What I would like to be able to do in BatchPatch is query specific services on remote servers (such as “SQL Server (MSSQLSERVER)” and if the service is not started, then stop the job queue so that the snapshot is not deleted and I can try to fix the issue.
I see in the Job Queue there are options for Terminate/Abort queue if previous action fails, so I think there should be a way to leverage this to stop if I can create a failure condition for a specified stopped service, but that is where I seem to be stuck. A query can tell me if a service is stopped, but the query will succeed and not be a failure.
Is there anything I’m overlooking in BatchPatch that will allow me to terminate a Job Queue/Advanced Multi-Row Sequence if a specific service on a remote server doesn’t start?
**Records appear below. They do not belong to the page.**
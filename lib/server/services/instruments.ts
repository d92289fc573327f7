import "server-only";
import { dayInZone } from "@/lib/engine/dates";
import { and, asc, count, eq, isNull, sql } from "drizzle-orm";
import { db, type Database } from "@/db";
import { instrumentChoices, instruments, readings, type Instrument } from "@/db/schema";
import { transaction, type TxContext } from "@/db/transaction";
import { audit } from "@/lib/server/audit";
import { AppError } from "@/lib/server/errors";
import { INSTRUMENT_KIND_LABEL, isCalibrationOverdue, isInstrumentKind, type InstrumentKind } from "@/lib/engine/instruments";
import type { InstrumentCreate, InstrumentUpdate } from "@/lib/validation/instruments";

// The instrument register: the office keeps it, the bench reads it, each reading names one.

export function todayUtc(now = new Date()): string {
  return dayInZone(now, "UTC");
}

export type InstrumentView = {
  id: string;
  kind: InstrumentKind;
  kindLabel: string;
  maker: string;
  model: string;
  serial: string;
  calibratedOn: string;
  calibrationDueOn: string;
  overdue: boolean;
  retiredAt: string | null;
  readingsTaken: number;
};

function view(row: Instrument, readingsTaken: number, today: string): InstrumentView {
  const kind = isInstrumentKind(row.kind) ? row.kind : "meter";
  return {
    id: row.id,
    kind,
    kindLabel: INSTRUMENT_KIND_LABEL[kind],
    maker: row.maker,
    model: row.model,
    serial: row.serial,
    calibratedOn: row.calibratedOn,
    calibrationDueOn: row.calibrationDueOn,
    overdue: isCalibrationOverdue(row.calibrationDueOn, today),
    retiredAt: row.retiredAt?.toISOString() ?? null,
    readingsTaken,
  };
}

/** Every instrument, in service first, with how many readings name it. */
export async function listInstruments({ tx = db, today = todayUtc() }: { tx?: Database; today?: string } = {}): Promise<InstrumentView[]> {
  const used = await tx
    .select({ instrumentId: readings.instrumentId, n: count() })
    .from(readings)
    .where(sql`${readings.instrumentId} is not null`)
    .groupBy(readings.instrumentId);
  const uses = new Map(used.map((u) => [u.instrumentId, Number(u.n)]));
  const rows = await tx
    .select()
    .from(instruments)
    .orderBy(sql`${instruments.retiredAt} is not null`, asc(instruments.kind), asc(instruments.maker), asc(instruments.model));
  return rows.map((r) => view(r, uses.get(r.id) ?? 0, today));
}

/** The instruments the bench may choose from: every one not retired. */
export async function listOfferedInstruments({ tx = db, today = todayUtc() }: { tx?: Database; today?: string } = {}) {
  const rows = await tx
    .select()
    .from(instruments)
    .where(isNull(instruments.retiredAt))
    .orderBy(asc(instruments.kind), asc(instruments.maker), asc(instruments.model), asc(instruments.serial));
  return rows.map((r) => view(r, 0, today)).map(({ readingsTaken: _n, retiredAt: _r, ...rest }) => rest);
}
export type OfferedInstrument = Awaited<ReturnType<typeof listOfferedInstruments>>[number];

function isIdentityClash(e: unknown): boolean {
  const err = e as { code?: string; constraint?: string; cause?: { code?: string; constraint?: string } };
  return (err.code ?? err.cause?.code) === "23505" && (err.constraint ?? err.cause?.constraint) === "instrument_identity_idx";
}

const CLASH = "The register already holds an instrument with this maker, model and serial.";

export async function createInstrument({ input, actorId }: { input: InstrumentCreate; actorId: string }): Promise<InstrumentView> {
  try {
    return await transaction(async (ctx) => {
      const [clash] = await ctx.tx
        .select({ id: instruments.id })
        .from(instruments)
        .where(
          and(
            sql`lower(${instruments.maker}) = lower(${input.maker})`,
            sql`lower(${instruments.model}) = lower(${input.model})`,
            sql`lower(${instruments.serial}) = lower(${input.serial})`,
          ),
        )
        .limit(1);
      if (clash) throw new AppError("conflict", CLASH, { serial: CLASH });
      const [row] = await ctx.tx
        .insert(instruments)
        .values({ ...input, createdBy: actorId })
        .returning();
      await audit(ctx, { actorId, action: "instrument.add", entity: "instrument", entityId: row!.id, before: null, after: { ...input } });
      return view(row!, 0, todayUtc());
    });
  } catch (e) {
    if (isIdentityClash(e)) throw new AppError("conflict", CLASH, { serial: CLASH });
    throw e;
  }
}

async function lockInstrument(ctx: TxContext, id: string): Promise<Instrument> {
  const [row] = await ctx.tx.select().from(instruments).where(eq(instruments.id, id)).for("update").limit(1);
  if (!row) throw new AppError("not_found", "That instrument is not in the register.");
  return row;
}

async function readingsTakenWith(tx: Database, id: string): Promise<number> {
  const [row] = await tx.select({ n: count() }).from(readings).where(eq(readings.instrumentId, id));
  return Number(row?.n ?? 0);
}

/** Retire (kept for history, no longer offered), return to service, or record a new calibration. */
export async function updateInstrument(ctx: TxContext, { id, input, actorId }: { id: string; input: InstrumentUpdate; actorId: string }) {
  const before = await lockInstrument(ctx, id);
  const patch: Partial<Instrument> = {};
  if (input.retired !== undefined) patch.retiredAt = input.retired ? (before.retiredAt ?? new Date()) : null;
  if (input.calibratedOn && input.calibrationDueOn) {
    patch.calibratedOn = input.calibratedOn;
    patch.calibrationDueOn = input.calibrationDueOn;
  }
  const [row] = await ctx.tx.update(instruments).set(patch).where(eq(instruments.id, id)).returning();
  await audit(ctx, {
    actorId,
    action: input.retired === true ? "instrument.retire" : input.retired === false ? "instrument.return" : "instrument.calibrate",
    entity: "instrument",
    entityId: id,
    before: { retired: before.retiredAt !== null, calibratedOn: before.calibratedOn, calibrationDueOn: before.calibrationDueOn },
    after: { retired: row!.retiredAt !== null, calibratedOn: row!.calibratedOn, calibrationDueOn: row!.calibrationDueOn },
  });
  return view(row!, await readingsTakenWith(ctx.tx, id), todayUtc());
}

/** Only an instrument no reading names can be deleted (a mistaken entry); one that was used is retired instead. */
export async function deleteInstrument(ctx: TxContext, { id, actorId }: { id: string; actorId: string }) {
  const row = await lockInstrument(ctx, id);
  const used = await readingsTakenWith(ctx.tx, id);
  if (used > 0)
    throw new AppError(
      "conflict",
      `This instrument was used for ${used} reading${used === 1 ? "" : "s"}, so it stays in the register for their history. Retire it instead.`,
    );
  await ctx.tx.delete(instrumentChoices).where(eq(instrumentChoices.instrumentId, id));
  await ctx.tx.delete(instruments).where(eq(instruments.id, id));
  await audit(ctx, {
    actorId,
    action: "instrument.delete",
    entity: "instrument",
    entityId: id,
    before: { kind: row.kind, maker: row.maker, model: row.model, serial: row.serial },
    after: null,
  });
  return { id, deleted: true };
}

/** The technician's last instrument per kind. */
export async function lastInstrumentChoices({ tx = db, userId }: { tx?: Database; userId: string }) {
  const rows = await tx
    .select({ kind: instrumentChoices.kind, instrumentId: instrumentChoices.instrumentId })
    .from(instrumentChoices)
    .where(eq(instrumentChoices.userId, userId));
  const out: Partial<Record<InstrumentKind, string>> = {};
  for (const r of rows) if (isInstrumentKind(r.kind)) out[r.kind] = r.instrumentId;
  return out;
}

export async function rememberInstrumentChoice(ctx: TxContext, { userId, instrument }: { userId: string; instrument: Instrument }) {
  await ctx.tx
    .insert(instrumentChoices)
    .values({ userId, kind: instrument.kind, instrumentId: instrument.id })
    .onConflictDoUpdate({
      target: [instrumentChoices.userId, instrumentChoices.kind],
      set: { instrumentId: instrument.id, chosenAt: new Date() },
    });
}

/** The instrument a reading names, checked: in the register, not retired, of a kind the reading is taken with. */
export async function instrumentForReading(
  tx: Database,
  { instrumentId, kinds }: { instrumentId: string; kinds: readonly InstrumentKind[] },
): Promise<Instrument> {
  const [row] = await tx.select().from(instruments).where(eq(instruments.id, instrumentId)).limit(1);
  const field = "The shop's register has no such instrument.";
  if (!row) throw new AppError("invalid_input", field, { instrumentId: field });
  if (row.retiredAt) {
    const m = `${row.maker} ${row.model} (${row.serial}) is retired and is not used for new readings.`;
    throw new AppError("invalid_input", m, { instrumentId: m });
  }
  if (!isInstrumentKind(row.kind) || !kinds.includes(row.kind)) {
    const m = `This reading is taken with a ${kinds.map((k) => INSTRUMENT_KIND_LABEL[k].toLowerCase()).join(" or ")}, not a ${
      isInstrumentKind(row.kind) ? INSTRUMENT_KIND_LABEL[row.kind].toLowerCase() : row.kind
    }.`;
    throw new AppError("invalid_input", m, { instrumentId: m });
  }
  return row;
}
June 19, 2019 at 4:35 pm #11640dougModeratorYou can use the example at this link for guidance. It doesn’t do *exactly* what you are trying to do, but it does something very similar. Essentially you just need to have your script return 0 if the service is started and a non-0 int (such as 1 or -1) if the service is stopped. If you use ‘Terminate queue if previous action fails/errors’ immediately after your script deployment, then it will terminate the queue if the script returns anything other than 0.
batchpatch-custom-script-integration-install-windows-updates-only-after-stopping-a-specified-service
August 17, 2019 at 1:24 pm #11673renedevriesParticipantprobably you need VMware PowerCLI on the batchpatch machine to get this work.